HISTORYThe Shadow of a Year: The 1641 Rebellion in Irish History and Memory, By John Gibney, University of Wisconsin Press, 230pp, £25.50
John Gibney’s latest book begins with a colourful description of the opening in 2010 of an exhibition on the 1641 uprising in the Trinity College Dublin library by the then president, Mary McAleese, and Ian Paisley, former first minister of the Stormont executive.
It was “an incongruous double act”, according to Gibney. Yet their presence on the same platform, to reflect on one of the most savage sectarian episodes in Anglo-Irish history, which resulted in the violent deaths of thousands of Protestants and Catholics, spoke of hope for the future. More than a decade after the signing of the Belfast Agreement, leaders of the nationalist and unionist communities could now seemingly approach the past more constructively and convivially. Such assumptions clearly underlie current government thinking about the “decade of commemorations” to mark the centenary of the Irish Revolution (1912-1922).
The role of historians in these acts of remembrance, however, requires careful consideration, if only to avoid the mistakes of the poisonous “revisionist” debates of the 1980s. It is clearly not the job of academics to package, or indeed distort, the past to fit current political agendas. As Gibney’s study shows, the traditions of the oppressor and of the oppressed, of the coloniser and of the colonised, are not easily reconciled.
Despite the understandable desire for peace and reconciliation across the island, recent riots in Belfast, including increasing incidences of sectarian attack, demonstrate that conflicting interpretations of the past remain as relevant today as they were in the 17th century.

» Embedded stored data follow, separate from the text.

#pragma once
//! \file CliSupport.hpp
//! Running the coldtip binary (COLDTIP_EXE) as a process from a test: a private temporary
//! folder, and a command's exit code with its captured stdout and stderr.

#include <sys/wait.h>

#include <cstdlib>
#include <filesystem>
#include <fstream>
#include <sstream>
#include <stdexcept>
#include <string>

namespace coldtip::testing {

//! A fresh folder under the system's temporary directory, removed with its contents.
class TempFolder {
public:
    TempFolder()
    {
        std::string pattern =
            (std::filesystem::temp_directory_path() / "coldtip-test-XXXXXX").string();
        if (!mkdtemp(pattern.data())) throw std::runtime_error("mkdtemp failed");
        m_path = pattern;
    }
    ~TempFolder() { std::filesystem::remove_all(m_path); }
    TempFolder(const TempFolder&) = delete;
    TempFolder& operator=(const TempFolder&) = delete;

    const std::filesystem::path& path() const { return m_path; }
    //! Path of `name` inside the folder.
    std::string file(const std::string& name) const { return (m_path / name).string(); }
    //! Write `text` to `name` inside the folder; returns its path.
    std::string write(const std::string& name, const std::string& text) const
    {
        std::ofstream out(file(name), std::ios::binary);
        out << text;
        return file(name);
    }

private:
    std::filesystem::path m_path;
};

inline std::string readText(const std::string& path)
{
    std::ifstream in(path, std::ios::binary);
    std::ostringstream s;
    s << in.rdbuf();
    return s.str();
}

//! What a finished process left.
struct ProcessResult {
    int exit_code = -1;
    std::string out, err;
};

//! Single-quoted for the shell.
inline std::string shellQuoted(const std::string& s)
{
    std::string q = "'";
    for (char c : s) q += c == '\'' ? std::string("'\\''") : std::string(1, c);
    return q + "'";
}

//! Runs `COLDTIP_EXE arguments` (arguments already quoted) with stdout and stderr captured
//! in files of `folder`.
inline ProcessResult runColdtip(const TempFolder& folder, const std::string& arguments)
{
    const std::string out = folder.file("stdout.txt"), err = folder.file("stderr.txt");
    const std::string command = shellQuoted(COLDTIP_EXE) + " " + arguments + " >" +
                                shellQuoted(out) + " 2>" + shellQuoted(err) + " </dev/null";
    const int status = std::system(command.c_str());
    ProcessResult r;
    r.exit_code = WIFEXITED(status) ? WEXITSTATUS(status) : -1;
    r.out = readText(out);
    r.err = readText(err);
    std::filesystem::remove(out);
    std::filesystem::remove(err);
    return r;
}

} // namespace coldtip::testing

But who fears to speak of ’41? Gibney quotes the historian Walter Love, who wrote almost 50 years ago that the uprising “was for some 300 years the most celebrated, discussed and controversial event in Irish history”. This fact might surprise readers raised on a staple diet of Oliver Cromwell at Drogheda in 1649, King Billy at the Boyne in 1690 and the revolt of the United Irishmen in 1798.
More recently, however, a glut of publications on 1641 has appeared, prompted largely by a project at Trinity College Dublin, which conserved, transcribed, digitised and made freely available online (at 1641.tcd.ie) the entire collection of witness testimonies by those Protestant settlers forced to flee from the insurgents.
Biased version
The 1641 Depositions, as they are known, are of course heavily biased in favour of the Protestant version of events and barely mention the plight of the Catholics. They subsequently played a key role in creating and sustaining a collective Protestant identity, where perception and prejudice often trumped reality. More specifically, the statements constitute the chief evidence for the sharply contested allegation that the 1641 rebellion began with a general massacre of tens of thousands of settlers.